It’s tough, too: we found ourselves having to shift the difficulty from normal to easy during several late-game battles, as our characters were simply too weak and demoralised in comparison to the enemies. Hard mode? One for masochists only, as losing most fights will mean game over and a return to the last checkpoint.
Battles and certain choices you make reward you with Renown points, which can be spent on improving character stats as well as supplies and equipment. Characters are capped at level 5, but the short supply of Renown available means it’s unlikely you’ll be able to get everyone in your party fully levelled up – even if that person survives the whole adventure.
The Banner Saga’s art style is heavily influenced by the late American artist Eyvind Earle (Stoic has even named a character after him). Earle was involved with 1950s Disney films such as Peter Pan and Lady and the Tramp, and there are obvious echoes of those movies in the game’s hand-painted characters and backgrounds.

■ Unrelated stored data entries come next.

"""What every step is given: the recipe, the checked data and its encodings, the teacher's tokenizer, and
the outputs of the steps before it (`outputs`, by step name). Made once by shrinkwrap.chain.preflight.prepare."""
from __future__ import annotations

import sys
from dataclasses import dataclass, field
from pathlib import Path
from typing import Optional

from shrinkwrap.recipe.schema import Recipe
from shrinkwrap.serve.fingerprint import tokenizer_fingerprint_of_file
from shrinkwrap.serve.rundir import STUDENT, STUDENT_PRUNED, STUDENT_TRIMMED, TEACHER, TOKENIZER_FILE


def last_student(recipe: Optional[Recipe]) -> str:
    """The last fp32 PyTorch student step the recipe makes: the one the ONNX steps export."""
    if recipe is not None and recipe.trim_vocab.enabled:
        return STUDENT_TRIMMED
    return STUDENT_PRUNED if recipe is not None and recipe.prune.enabled else STUDENT


@dataclass
class Tokens:
    """A tokenizer, its fingerprint, the splits encoded with it (as Context.encoded) and its pad id."""
    tokenizer: object
    fingerprint: str
    encoded: dict
    pad_id: int


@dataclass
class Context:
    recipe: Recipe
    run_dir: Path
    base: str
    tokenizer: object
    tokenizer_fp: str
    data: object
    data_fingerprint: str
    encoded: dict
    pad_id: int
    outputs: dict[str, Path] = field(default_factory=dict)
    fingerprints: dict[str, str] = field(default_factory=dict)
    quiet: bool = False
    teacher_hidden_size: int = 0
    transfer: Optional["TransferTexts"] = None   # checked at start; its table is built on first use
    teacher_weights: Optional[str] = None        # a teacher used as is: the fingerprint of its weights
    pooling: Optional[dict] = None               # task: embedding — how the teacher pools {"pooling", "normalize"}
    tokenizer_fps: dict[str, str] = field(default_factory=dict)   # step -> fingerprint of its output's tokenizer
    _tokens: dict[tuple, Tokens] = field(default_factory=dict)
    _augmented: Optional[tuple] = None

    @property
    def transfer_fingerprint(self) -> Optional[str]:
        return self.transfer.fingerprint if self.transfer else None

    def log(self, message: str) -> None:
        if not self.quiet:
            print(message, file=sys.stderr, flush=True)

    @property
    def student_length(self) -> int:
        """Tokens per input the student (and every step after it, and the artifact) reads."""
        return self.recipe.student_length

    @property
    def last_student_dir(self) -> Path:
        """The output folder of the last fp32 PyTorch student (chain.context.last_student)."""
        return self.outputs[last_student(self.recipe)]

    def length_of(self, step: str) -> int:
        return self.recipe.teacher.max_length if step == TEACHER else self.student_length

    @property
    def task(self):
        """The task the recipe runs, on the training side: how its models load, what they output, how a student
        learns (shrinkwrap.ml.tasks)."""
        from shrinkwrap.ml.tasks import of_recipe

        return of_recipe(self.recipe)

    @property
    def teacher_dir(self) -> Path:
        """The teacher step's output folder."""
        return self.outputs[TEACHER]

    @property
    def teacher_fingerprint(self) -> str:
        return self.fingerprints[TEACHER]

    def timing_batch(self, folder: Path, length: int) -> dict:
        """What a step's output is timed on: bench.batch_size test texts read with the folder's tokenizer,
        padded or cut to the tokens the model reads (bench.sequence_length, or its own `length` when fewer)."""
        from shrinkwrap.bench.grid import fixed_batch

        return fixed_batch(*self.timing_examples(folder, length), self.recipe.bench.batch_size,
                           min(length, self.recipe.bench.sequence_length))

    def timing_examples(self, folder: Path, length: int) -> tuple[list[dict], int]:
        """(the test texts read with the folder's tokenizer and cut where the model stops reading, its pad id)."""
        from shrinkwrap.serve.batches import encode

        tokens = self.tokens_of(folder)
        read = min(length, self.recipe.bench.sequence_length)
        return encode(tokens.tokenizer, self.data.test, read, truncation=self.recipe.data.truncation), tokens.pad_id

    def tokens_of(self, folder: Path, max_length: Optional[int] = None) -> Tokens:
        """The tokenizer a step's output carries and the splits encoded with it, cut at `max_length`
        (default: the teacher's): the teacher's own encodings, unless a step on the way changed the
        tokenizer or the length differs (then encoded once, and kept)."""
        fp = tokenizer_fingerprint_of_file(Path(folder) / TOKENIZER_FILE)
        n = max_length or self.recipe.teacher.max_length
        if fp == self.tokenizer_fp and n == self.recipe.teacher.max_length:
            return Tokens(self.tokenizer, fp, self.encoded, self.pad_id)
        if (fp, n) not in self._tokens:
            from shrinkwrap.ml.models import load_tokenizer
            from shrinkwrap.serve.batches import encode

            tok = self.tokenizer if fp == self.tokenizer_fp else load_tokenizer(str(folder), str(folder))
            encoded = {s: encode(tok, getattr(self.data, s), n, truncation=self.recipe.data.truncation)
                       for s in ("train", "validation", "test")}
            self._tokens[(fp, n)] = Tokens(tok, fp, encoded, tok.pad_token_id or 0)
        return self._tokens[(fp, n)]

    def student_tokens(self, folder: Path) -> Tokens:
        """tokens_of(folder) cut at the student's length: what a student step reads."""
        return self.tokens_of(folder, self.student_length)

    def transfer_examples(self, max_length: Optional[int] = None) -> list:
        """The transfer texts encoded with the teacher's tokenizer (rows on disk), cut at `max_length`
        (default: the teacher's), or none."""
        if self.transfer is None:
            return []
        return self.transfer.encoded(self.run_dir / "cache", self.tokenizer, self.tokenizer_fp,
                                     max_length or self.recipe.teacher.max_length, quiet=self.quiet,
                                     truncation=self.recipe.data.truncation)

    def transfer_batches(self, size: int = 1024):
        """The transfer texts a batch at a time."""
        if self.transfer is not None:
            yield from self.transfer.batches(self.run_dir / "cache", size, quiet=self.quiet)

    def augmented(self):
        """(copies, their training-text indices, their encodings) of augment: (None, None, []) without it.
        Made from the training split only, once per run."""
        a = self.recipe.augment
        if not a.copies:
            return None, None, []
        if self._augmented is None:
            from shrinkwrap.ml.augment import augment_split
            from shrinkwrap.serve.batches import encode

            mask = self.tokenizer.mask_token or self.tokenizer.unk_token
            split, source = augment_split(self.data.train, a.copies, a.transforms, a.seed, mask)
            self._augmented = (split, source, encode(self.tokenizer, split, self.recipe.teacher.max_length))
        return self._augmented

And that decision pays off: this is a beautiful game, eschewing showy 3D graphics for something a little more traditional – and dare we say it, more tasteful. Cutscene animation is fairly basic, but works well in context, while the combat sections are a little more developed. Particularly striking are the (unskippable) parts of the game in which your caravan rolls slowly across the parallax-scrolling landscape.
Music and sound
Audio-wise, the stirring musical score adds to the general grandeur of proceedings. We’d have liked more voiceover work during dialogue scenes – this is another area where budget or time issues seem to have hamstrung Stoic’s vision, because there are fully animated and acted scenes early on and these quickly drop off in favour of written dialogue and basic animation.
Despite a handful of criticisms, we wouldn’t hesitate to recommend The Banner Saga to anyone with an interest in tactical RPGs, or even those who appreciate a game with a unique and beautiful presentational style.
The story, music, characters and world are effortlessly engrossing, while the old-school turn-based combat is challenging and enjoyable. Hopefully enough people buy the finished game for the mooted sequels to get off the ground - we want to see how our various (frequently poor) decisions really pan out.